GILBERT, Circuit Judge,

delivered the opinion of the court, after stating the case as above.

The rights of the parties in the present litigation depend on the construction of the lease and the release executed on January 17, 1889. Those instruments, as was also the deed of the same date, were prepared by the attorney of the Helena Water Company. Before they were executed there was inserted by the said company at its own instance, by interlineation, in the lease the following clause: “Also such other land as the party of the first part now owns on the island in the Missouri River near the above-mentioned property,” and in the release the following: “Also the land on the island in the Missouri River near said above-mentioned property.” What land was meant by these terms in these instruments is, as we shall presently see, the subject of much controversy, both in the testimony and in the argument of counsel.
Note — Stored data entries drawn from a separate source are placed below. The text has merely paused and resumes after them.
package holonomy

import (
	"fmt"
	"math/cmplx"
)

// GateFidelity returns the average gate fidelity, with leakage, of the full
// n×n propagator u as an implementation of the d×d target gate on the
// computational levels comp (d = len(comp)), and the leakage:
//
//	F = (Tr(M†M) + |Tr M|²) / (d(d+1)),  M = P U_target† U P,
//	leak = 1 − Tr(M†M)/d,
//
// where P projects on the computational levels (Pedersen, Møller and
// Mølmer, Phys. Lett. A 367, 47 (2007)).
// F is the fidelity averaged over pure initial states of the computational
// subspace. For a u that maps the computational subspace unitarily onto
// itself, Tr(M†M) = d and F reduces to Nielsen's (d + |Tr M|²)/(d(d+1))
// (Nielsen, Phys. Lett. A 303, 249 (2002)). A global phase of u does not
// matter. u may be non-unitary (lossy propagation); the target should be
// unitary. GateFidelity does not allocate.
func GateFidelity(u *Mat, comp []int, target *Mat) (fid, leak float64) {
	d := len(comp)
	if u.R != u.C || target.R != d || target.C != d || d == 0 {
		panic(fmt.Sprintf("holonomy: GateFidelity: U %d×%d, %d computational levels, target %d×%d", u.R, u.C, d, target.R, target.C))
	}
	for _, i := range comp {
		if i < 0 || i >= u.R {
			panic(fmt.Sprintf("holonomy: GateFidelity: computational level %d of %d", i, u.R))
		}
	}
	// With B = P U P (d×d): Tr(M†M) = Tr(B†B) since U_target is unitary,
	// and Tr M = Σ_ab conj(T_ba) B_ba.
	var norm2 float64
	var tr complex128
	for a, i := range comp {
		for b, j := range comp {
			x := u.At(i, j)
			norm2 += real(x)*real(x) + imag(x)*imag(x)
			tr += cconj(target.Data[a*d+b]) * x
		}
	}
	fd := float64(d)
	at := cmplx.Abs(tr)
	fid = (norm2 + at*at) / (fd * (fd + 1))
	leak = 1 - norm2/fd
	return fid, leak
}

// BlockInfidelity returns 1 − F for the k×k matrix u (a holonomy or the
// computational block of a propagator) against the k×k unitary target, with
// the average gate fidelity of Pedersen, Møller and Mølmer,
// Phys. Lett. A 367, 47 (2007):
//
//	F = (Tr(M†M) + |Tr M|²) / (k(k+1)),  M = target†·u.
//
// It is GateFidelity with every level computational, written out for the
// search loops. A global phase of u does not change F. It does not allocate.
func BlockInfidelity(u, target *Mat) float64 {
	if u.R != u.C || target.R != target.C || u.R != target.R {
		panic(fmt.Sprintf("holonomy: BlockInfidelity: %d×%d against %d×%d", u.R, u.C, target.R, target.C))
	}
	k := u.R
	// For unitary target, Tr(M†M) = ‖u‖²_F and Tr M = Σ conj(T_ij) u_ij.
	var tr complex128
	var norm float64
	for i, v := range u.Data {
		tr += cmplx.Conj(target.Data[i]) * v
		norm += real(v)*real(v) + imag(v)*imag(v)
	}
	f := (norm + real(tr)*real(tr) + imag(tr)*imag(tr)) / float64(k*(k+1))
	return 1 - f
}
In the lease the appellee leases to the appellants for the term of 20 years all of the lands that had just been conveyed to it by the latter, the intention evidently being to permit the appellants to use for pasturage or hay cutting in connection with their cattle ranch such portions of the same as would not be flooded by the waters of the dam. In that instrument the right of the appellee to flood the leased lands is expressly reserved. The appellee contends, and the trial court so held, that the words of the reservation, together with the answering covenant of the lessees and the terms of the release, constitute a contract between the parties by which the appellee was given the right to raise its dam to any height, and that the flooding of other lands which the appellants owned was a necessary incident to such right was in the contemplation of the parties, and passed to the appellee by those instruments.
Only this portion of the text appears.